AWS Graviton based EC2 Instance Upgrade in EMR causing task failures

I have a spark Scala job running in EMR that I am trying to improve. As of right now it runs on m5.8xlarge with no issues. I recently tried upgrading to the Graviton based EC2 instances m6g.8xlarge and while the job does succeed, I am seeing some weird issues. Some of the issues I see is tasks failing due to a timeout, stages running in a strange order, and it looks like the memory is strained. The stage that runs out of order is the one with failed tasks, stage 6 runs then fails, then stages 4 & 5 complete, and then stage 6 retry succeeds. In the m5.8xlarge run that currently is working, stages 4 & 5 get skipped. I'm not sure why this is happening since the only change I made was going from an m5 instance type to an m6g, so I wanted to see if anyone experienced something similar or has solutions. I will also post some of the errors from the failed tasks, but I think they are related to the oom.
Here is the main error I am seeing:
ERROR TransportClientFactory:261 - Exception while bootstrapping client after 60041 ms
java.lang.RuntimeException: java.util.concurrent.TimeoutException: Timeout waiting for task.
at org.spark_project.guava.base.Throwables.propagate(Throwables.java:160)
at org.apache.spark.network.client.TransportClient.sendRpcSync(TransportClient.java:263)

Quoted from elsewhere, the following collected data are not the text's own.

/// Arguments of `stiltd tune`.
#[derive(clap::Args, Debug)]
pub struct TuneArgs {
    /// The loop: `tilt:x`, `tilt:y`, or `leg:NAME` / `leg:N` (1-based). With --daemon a
    /// tilt axis is stepped through its held tilt correction in temperature mode.
    #[arg(long = "loop", value_name = "LOOP", default_value = "tilt:x")]
    pub target: String,
    /// A scenario of your own (TOML); default: the built-in demo scenario.
    #[arg(long, short, conflicts_with = "daemon")]
    pub config: Option<PathBuf>,
    /// Test through the running daemon at this address (e.g. http://127.0.0.1:8040)
    /// instead of on the simulated stage: its mode, manual power, setpoints and held tilt
    /// correction are read first and put back at the end, whatever happens.
    #[arg(long, value_name = "URL")]
    pub daemon: Option<String>,
    /// With --daemon: a file holding the access token (else STILT_TOKEN).
    #[arg(long, value_name = "FILE", requires = "daemon")]
    pub token_file: Option<PathBuf>,
    /// With --daemon: PEM file of the certificate authority to trust for https://.
    #[arg(long, value_name = "PEM", requires = "daemon")]
    pub ca_file: Option<PathBuf>,
    /// Step size in the plant's input unit (W for a leg, µrad of tilt correction for an
    /// axis); default: a quarter of the heater headroom, or 2 µrad. Checked against every
    /// limit. With --daemon a leg's step is one of the manual power of every heater, a
    /// tilt axis's one of the held tilt correction (within control.tilt_output_limit_urad).
    #[arg(long, allow_negative_numbers = true)]
    pub step: Option<f64>,
    /// Warm-up from a cold start before the baseline (simulated stage).
    #[arg(long, default_value = "3h", value_parser = crate::demo::parse_duration_s)]
    pub warmup: f64,
    /// With --daemon: hold the daemon in the test's mode this long before the baseline
    /// (daemon time; a leg: manual mode at the present power; a tilt axis: temperature
    /// mode). Give the stage time to become steady: the baseline's straight line is
    /// removed as drift, and a leg still warming biases the fit.
    #[arg(long, default_value = "10m", value_parser = crate::demo::parse_duration_s)]
    pub settle: f64,
    /// With --daemon: at most one progress line on stderr this often, seconds.
    #[arg(long, value_name = "SECONDS", default_value_t = 10.0)]
    pub progress_every: f64,
    /// After the proposals, apply this one: `simc`, `zn-pi`, `zn-pid`, `relay-pi`,
    /// `relay-pid`. With --daemon it asks `[y/N]` on the terminal, then PUTs the gains;
    /// on the simulated stage nothing is applied and its TOML lines are printed.
    #[arg(long, value_name = "RULE")]
    pub apply: Option<String>,
    /// Apply without asking (needed when standard input is not a terminal).
    #[arg(long, requires = "apply")]
    pub yes: bool,
    /// Baseline before the step; default 30m for a leg, 10m for a tilt axis.
    #[arg(long, value_parser = crate::demo::parse_duration_s)]
    pub baseline: Option<f64>,
    /// Record after the step; default 3h for a leg, 30m for a tilt axis.
    #[arg(long, value_parser = crate::demo::parse_duration_s)]
    pub record: Option<f64>,
    /// Also run an Åström–Hägglund relay test (bounded amplitude) for Ku and Pu; with
    /// --daemon after the step test, switching the manual power between p0 ± amplitude
    /// (so the heaters must be held above the amplitude), at most 6 h; with --daemon a
    /// leg only.
    #[arg(long)]
    pub relay: bool,
    /// Relay amplitude (input unit); default: the step size.
    #[arg(long)]
    pub relay_amplitude: Option<f64>,
    /// Relay hysteresis (output unit); default 3 mK for a leg, 0.05 µrad for tilt.
    #[arg(long)]
    pub relay_hysteresis: Option<f64>,
    /// Override the scenario's random seed.
    #[arg(long, conflicts_with = "daemon")]
    pub seed: Option<u64>,
    /// Print the result as one JSON object instead of a table.
    #[arg(long)]
    pub json: bool,
}

/// Runs `stiltd tune`.
pub fn run(a: &TuneArgs) -> ExitCode {
    if a.daemon.is_some() {
        return run_daemon(a);
    }
    let cfg = match &a.config {
        Some(p) => stilt_config::load_file(p),
        None => stilt_config::load_str(stilt_config::DEMO_SCENARIO, "built-in demo scenario"),
    };
    let mut cfg = match cfg {
        Ok(c) => c,
        Err(e) => return config_errors(&e),
    };
    if let Some(s) = a.seed {
        cfg.simulation.seed = s;
    }
    let target = match Target::parse(&a.target, &cfg) {
        Ok(t) => t,
        Err(e) => {
            eprintln!("stiltd tune: --loop: {e}");
            return ExitCode::from(2);
        }
    };
    let defaults = StepOptions::new(target);
    let opts = StepOptions {
        step: a.step,
        warmup_s: a.warmup,
        baseline_s: a.baseline.unwrap_or(defaults.baseline_s),
        record_s: a.record.unwrap_or(defaults.record_s),
        ..defaults
    };
    let bar = progress_bar("simulating");
    let mut progress = |done: f64, total: f64| {
        if let Some(b) = &bar {
            b.set_length(total as u64);
            b.set_position(done as u64);
        }
    };
    let rec = match tune::run_step_test(&cfg, &opts, &mut progress) {
        Ok(r) => r,
        Err(e) => {
            eprintln!("stiltd tune: {e}");
            return ExitCode::from(2);
        }
    };
    let relay = if a.relay {
        let ro = RelayOptions {
            amplitude: a.relay_amplitude.or(a.step),
            hysteresis: a.relay_hysteresis,
            ..RelayOptions::default()
        };
        match tune::run_relay_test(&cfg, target, a.warmup, &ro, &mut progress) {
            Ok(r) => Some(r),
            Err(e) => {
                eprintln!("stiltd tune: relay test: {e}");
                return ExitCode::from(2);
            }
        }
    } else {
        None
    };
    if let Some(b) = &bar {
        b.finish_and_clear();
    }
    let result = match tune::analyse(&cfg, &rec, relay.as_ref()) {
        Ok(r) => r,
        Err(e) => {
            eprintln!("stiltd tune: {e}");
            return ExitCode::FAILURE;
        }
    };
    if let Err(code) = print_result(a, &result) {
        return code;
    }
    if let Some(key) = &a.apply {
        let p = match tune::find_proposal(&result, key) {
            Ok(p) => p,
            Err(e) => {
                eprintln!("stiltd tune: --apply: {e}");
                return ExitCode::from(2);
            }
        };
        let current = match target {
            Target::Leg(_) => cfg.control.leg_loop,
            Target::TiltAxis(_) => cfg.control.tilt_loop,
        };
        eprintln!(
            "stiltd tune: --apply {key}: this was the simulated stage, so nothing was applied; to use `{key}`, paste these lines into the configuration (or run with --daemon URL):"
        );
        eprint!("{}", tune::toml_for(target, &tune::gains_of(p, &current)));
    }
    ExitCode::SUCCESS
}

fn print_result(a: &TuneArgs, result: &TuneResult) -> Result<(), ExitCode> {
    if a.json {
        match serde_json::to_string_pretty(result) {
            Ok(s) => println!("{s}"),
            Err(e) => {
                eprintln!("stiltd tune: cannot encode the result: {e}");
                return Err(ExitCode::FAILURE);
            }
        }
    } else {
        print!("{}", tune::render(result));
    }
    Ok(())
}

/// Reads the token as stiltctl does: `--token-file`, else `STILT_TOKEN`.
fn token(a: &TuneArgs) -> Result<Option<String>, String> {
    if let Some(p) = &a.token_file {
        let t = std::fs::read_to_string(p)
            .map_err(|e| format!("--token-file: cannot read {}: {e}", p.display()))?;
        let t = t.trim().to_string();
        if t.is_empty() {
            return Err(format!("--token-file: {} is empty", p.display()));
        }
        return Ok(Some(t));
    }
    Ok(std::env::var("STILT_TOKEN")
        .ok()
        .map(|t| t.trim().to_string())
        .filter(|t| !t.is_empty()))
}

/// Sets `flag` on SIGINT or SIGTERM, from a thread of its own.
fn catch_signals(flag: Arc<AtomicBool>) -> Result<(), String> {
    let rt = tokio::runtime::Builder::new_current_thread()
        .enable_all()
        .build()
        .map_err(|e| format!("cannot start the signal watcher: {e}"))?;
    let (ready_tx, ready_rx) = std::sync::mpsc::channel();
    std::thread::Builder::new()
        .name("stiltd-tune-signals".into())
        .spawn(move || {
            rt.block_on(async move {
                use tokio::signal::unix::{SignalKind, signal};
                let term = signal(SignalKind::terminate());
                let int = signal(SignalKind::interrupt());
                let (Ok(mut term), Ok(mut int)) = (term, int) else {
                    let _ = ready_tx.send(false);
                    return;
                };
                let _ = ready_tx.send(true);
                loop {
                    tokio::select! {
                        _ = term.recv() => {}
                        _ = int.recv() => {}
                    }
                    flag.store(true, Ordering::SeqCst);
                    eprintln!("stiltd tune: signal received: stopping the test and restoring the daemon's state");
                }
            });
        })
        .map_err(|e| format!("cannot start the signal watcher: {e}"))?;
    match ready_rx.recv_timeout(Duration::from_secs(5)) {
        Ok(true) => Ok(()),
        _ => Err("cannot catch SIGINT and SIGTERM".into()),
    }
}

/// `stiltd tune --daemon URL`.
fn run_daemon(a: &TuneArgs) -> ExitCode {
    let url = a.daemon.as_deref().unwrap_or_default();
    let usage = |m: String| {
        eprintln!("stiltd tune: {m}");
        ExitCode::from(2)
    };
    if a.target.starts_with("tilt:") && a.relay {
        // Refused before connecting: the reason does not depend on the daemon.
        return usage(
            "--relay: a relay test of a tilt axis through the daemon is not available (its step test is); drop --relay, or run the tilt relay test on the simulated stage (without --daemon)".into(),
        );
    }
    if !(a.progress_every.is_finite() && a.progress_every > 0.0 && a.progress_every <= 3600.0) {
        return usage(format!(
            "--progress-every {}: give more than 0 and at most 3600 seconds",
            a.progress_every
        ));
    }
    let token = match token(a) {
        Ok(t) => t,
        Err(e) => return usage(e),
    };
    let ca = match &a.ca_file {
        Some(p) => match std::fs::read(p) {
            Ok(b) => Some(b),
            Err(e) => return usage(format!("--ca-file: cannot read {}: {e}", p.display())),
        },
        None => None,
    };
    let client = match Client::new(url, token, ca.as_deref(), Duration::from_secs(10)) {
        Ok(c) => c,
        Err(e) => return usage(format!("--daemon {url}: {e}")),
    };
    // The loop's name is checked against the daemon's own legs.
    let cfg = match remote::DaemonApi::config(&client) {
        Ok(c) => c,
        Err(e) => {
            eprintln!("stiltd tune: cannot read the daemon's configuration: {e}");
            return ExitCode::FAILURE;
        }
    };
    let target = match parse_loop(
        &a.target,
        &cfg.legs.iter().map(|l| l.name.as_str()).collect::<Vec<_>>(),
    ) {
        Ok(t) => t,
        Err(e) => return usage(format!("--loop: {e}")),
    };
    let defaults = RemoteOptions::new(target);
    let opts = RemoteOptions {
        step: a.step,
        settle_s: a.settle,
        baseline_s: a.baseline.unwrap_or(defaults.baseline_s),
        record_s: a.record.unwrap_or(defaults.record_s),
        progress_every: Duration::from_secs_f64(a.progress_every),
        ..defaults
    };
    let cancel = Arc::new(AtomicBool::new(false));
    if let Err(e) = catch_signals(cancel.clone()) {
        eprintln!("stiltd tune: {e}");
        return ExitCode::FAILURE;
    }
    let run = match remote::run_remote_step_test(&client, &opts, &cancel, &mut |l| eprintln!("{l}"))
    {
        Ok(r) => r,
        Err(e) => {
            eprintln!("stiltd tune: {e}");
            return ExitCode::FAILURE;
        }
    };
    for r in &run.restored {
        eprintln!("tune: restored {r}");
    }
    let relay = if a.relay {
        let ro = RelayOptions {
            amplitude: a.relay_amplitude.or(a.step),
            hysteresis: a.relay_hysteresis,
            ..RelayOptions::default()
        };
        match remote::run_remote_relay_test(&client, &opts, &ro, &cancel, &mut |l| eprintln!("{l}"))
        {
            Ok(r) => {
                for x in &r.restored {
                    eprintln!("tune: restored {x}");
                }
                Some(r.record)
            }
            Err(e) => {
                eprintln!("stiltd tune: relay test: {e}");
                return ExitCode::FAILURE;
            }
        }
    } else {
        None
    };
    let result = match tune::analyse_with(&run.context, &run.record, relay.as_ref()) {
        Ok(r) => r,
        Err(e) => {
            eprintln!("stiltd tune: {e}");
            return ExitCode::FAILURE;
        }
    };
    if let Err(code) = print_result(a, &result) {
        return code;
    }
    let Some(key) = &a.apply else {
        return ExitCode::SUCCESS;
    };
    let p = match tune::find_proposal(&result, key) {
        Ok(p) => p,
        Err(e) => return usage(format!("--apply: {e}")),
    };
    let which = match target {
        Target::Leg(_) => "the leg loop of every leg",
        Target::TiltAxis(_) => "the tilt loop (both axes share its gains)",
    };
    let question = format!(
        "apply {} (Kp {:.4}, Ti {} s, Td {:.4} s) to {which} of the daemon at {url}?",
        p.rule,
        p.kp,
        p.ti_s.map_or("none".into(), |t| format!("{t:.4}")),
        p.td_s
    );
    let stdin = std::io::stdin();
    let tty = stdin.is_terminal();
    let mut input = stdin.lock();
    match remote::confirm(&question, a.yes, tty, &mut input, &mut std::io::stderr()) {
        Ok(true) => {}
        Ok(false) => {
            eprintln!("stiltd tune: not applied (the answer was not yes)");
            return ExitCode::SUCCESS;
        }
        Err(e) => {
            eprintln!("stiltd tune: {e}");
            return ExitCode::FAILURE;
        }
    }
    match remote::apply_proposal(&client, result.target, p) {
        Ok((reply, now)) => {
            eprintln!(
                "stiltd tune: applied; the daemon answered \"{}\" (by {}); the {} loop now has kp = {}, ti_s = {}, td_s = {}",
                reply.detail,
                reply.by,
                match target {
                    Target::Leg(_) => "leg",
                    Target::TiltAxis(_) => "tilt",
                },
                now.kp,
                now.ti_s.map_or("none".into(), |t| t.to_string()),
                now.td_s
            );
            eprintln!(
                "stiltd tune: the change lasts until the daemon restarts; the TOML lines above keep it"
            );
            ExitCode::SUCCESS
        }
        Err(e) => {
            eprintln!("stiltd tune: --apply {key}: {e}");
            ExitCode::FAILURE
        }
    }
}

at org.apache.spark.network.sasl.SaslClientBootstrap.doBootstrap(SaslClientBootstrap.java:70)
at org.apache.spark.network.crypto.AuthClientBootstrap.doSaslAuth(AuthClientBootstrap.java:116)
at org.apache.spark.network.crypto.AuthClientBootstrap.doBootstrap(AuthClientBootstrap.java:89)
at org.apache.spark.network.client.TransportClientFactory.createClient(TransportClientFactory.java:257)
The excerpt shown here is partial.